I am a lover of Architecture and in Venice, I have seen what I can handle, well almost, but I think I haven´t seen everything. My favourite so far was the Doges Palace. It´s the place where the ruling council resides. We had a tour of this Palazzo (thanks to the rain!) and I was totally even more amazed by it´s history and interiors. Grandeur is an understatement to describe this place. The bridges who connects houses, palace, gardens and people is an enigma to me up until now. Inscripted in the walls of the Palazzo Ducale is NVNQVAM DERELICTA, means “Never abandoned”.These words stands rightfully to Venice, considering how many siege it endured.

And if you look closely, some sights really have fascinating stories. I didn´t know that the Bridge of Sighs , the Ponte dei Sospiri connecting to the Palazzo Ducale to the New prisons over Rio di Palazzo has something interesting worth telling. It´s in this bridge were the prisoners have their last beautiful view of Venice before they go to their cells, as Giacomo Casanova tells in his memoirs. An old tradition also says that if a couple kiss in a gondola beneath the Bridge of Sighs in Venice at sunset while the church bells toll, they will be in love forever.

The Bridge of Sighs, Ponti dei Sospiri in Venice

Can´t get enough of Venice´s reflections on the water

I hope to see Venice once again, with it´s vibrant life, probably see it more in the nightime or in not so busy summer days, with its charm and less tourist drama.I spended 3 days in this city and yet I am still curious. My time was so short compared to this city´s time span-400 A.D! I think it´s impossible to truly understand Venice´s immense history and culture within a short timeframe…maybe in that time I would understand why the locals tend to always talk with their hands, why drinking Espresso is a golden time and why their masks seemed so alive.
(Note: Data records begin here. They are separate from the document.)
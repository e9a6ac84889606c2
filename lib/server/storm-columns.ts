import { toStep, UNKNOWN_STEP } from '@/lib/contracts/packed-steps';
import { NO_END, perUnit } from '@/lib/contracts/storm-state';
import { type Projection } from '@/lib/treatment/project-segment';
import { promiseMarginC } from '@/lib/treatment/promise-margin';

/** A road through the steps, ready to be packed. */
export interface RoadColumns {
  marginC: Int16Array;
  waterMm: Int16Array;
  massFraction: Int16Array;
  holdSteps: Int16Array;
}

type Projected = Pick<
  Projection,
  'freezeMarginC' | 'targetPhi' | 'waterMm' | 'brineMassFraction' | 'isKept' | 'knownFrom' | 'knownUntil'
>;

export interface RoadProjections {
  /** with what was logged only: what happens if nobody comes */
  alone: Projected;
  /** with what the plan asks for as well; the same when it asks for nothing */
  withPlan: Projected;
  /** step of the planned visit; null when none is planned */
  plannedIndex: number | null;
  tempsC: ArrayLike<number>;
  /** steps of every visit, logged and planned */
  passIndexes: readonly number[];
  /** steps that a fresh salt is given to work */
  workInSteps: number;
}

interface Judged {
  kept: Uint8Array;
  marginC: Float32Array;
}

/** The promise and its margin at every step; while a fresh salt works, what it will have reached counts. */
function judged(projected: Projected, road: RoadProjections): Judged {
  const kept = Uint8Array.from(projected.isKept);
  const marginC = Float32Array.from(projected.freezeMarginC, (freezeMarginC, index) =>
    promiseMarginC({ tempC: road.tempsC[index] ?? NaN, freezeMarginC, targetPhi: projected.targetPhi[index] ?? 1 }),
  );
  for (const from of road.passIndexes) {
    const until = Math.min(projected.knownUntil - 1, from + road.workInSteps);
    if (from < projected.knownFrom || !kept[until]) continue;
    for (let index = from; index < until; index += 1) {
      kept[index] = 1;
      marginC[index] = Math.max(marginC[index] ?? NaN, marginC[until] ?? NaN);
    }
  }
  return { kept, marginC };
}

/** Steps from each until the promise breaks; `NO_END` while it does not as far as is known. */
function holdsOf(kept: Uint8Array, { knownFrom, knownUntil }: Projected): Int16Array {
  const holds = new Int16Array(kept.length).fill(UNKNOWN_STEP);
  let breakAt = Infinity;
  for (let index = knownUntil - 1; index >= knownFrom; index -= 1) {
    if (!kept[index]) breakAt = index;
    holds[index] = Math.min(NO_END, breakAt - index);
  }
  return holds;
}

/**
 * A road's columns. Before the planned visit the hold is what is left if nobody comes, though the plan is assumed to be
 * carried out after it: so the cursor ahead of the plan shows the roads as they will be, and slack at any time what
 * hangs on the truck.
 */
export function roadColumns(road: RoadProjections): RoadColumns {
  const { alone, withPlan, plannedIndex, workInSteps } = road;
  const shown = judged(withPlan, road);
  const holdSteps = holdsOf(shown.kept, withPlan);
  if (plannedIndex !== null) {
    const left = judged(alone, {
      ...road,
      passIndexes: road.passIndexes.filter((index) => index !== plannedIndex),
      workInSteps,
    });
    const holdsAlone = holdsOf(left.kept, alone);
    holdSteps.set(holdsAlone.subarray(0, plannedIndex));
  }
  return {
    marginC: Int16Array.from(shown.marginC, (value) => toStep(value, perUnit.marginC)),
    waterMm: Int16Array.from(withPlan.waterMm, (value) => toStep(value, perUnit.waterMm)),
    massFraction: Int16Array.from(withPlan.brineMassFraction, (value) => toStep(value, perUnit.massFraction)),
    holdSteps,
  };
}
The fantasy of Venezian masks

Time had passed so quickly….so there it goes, Venice, as I see it.I, not only love Venice but the Veneto region as well. It´s pretty vineyards,charming old medieval town landscapes, and of course, who can´t fall in love with the Dolomites?

Until then, Tschüss.

8 thoughts on “Ciao, bella Venezia.

  1. I watched a documentary where a native Venetian is homeless, she is a single parent and because of the pandemic, lost her job and tries to find a way to live. She had no choice but to occupy an abandoned house since she cannot afford to pay the steep rent. Houses are converted into AirBnB´s and Hotels for the massive tourism but the locals can´t keep up with this.
    Very sad truth indeed.
    Thank you Amanda for your interest in this subject. I was really surprised to see it in Venice.


  2. Homelessness is not something you equate with a modern country with social welfare. But free enterprise gone mad and tourists hungry for the Viennese experience means she is likely not the only homeless person in Venice.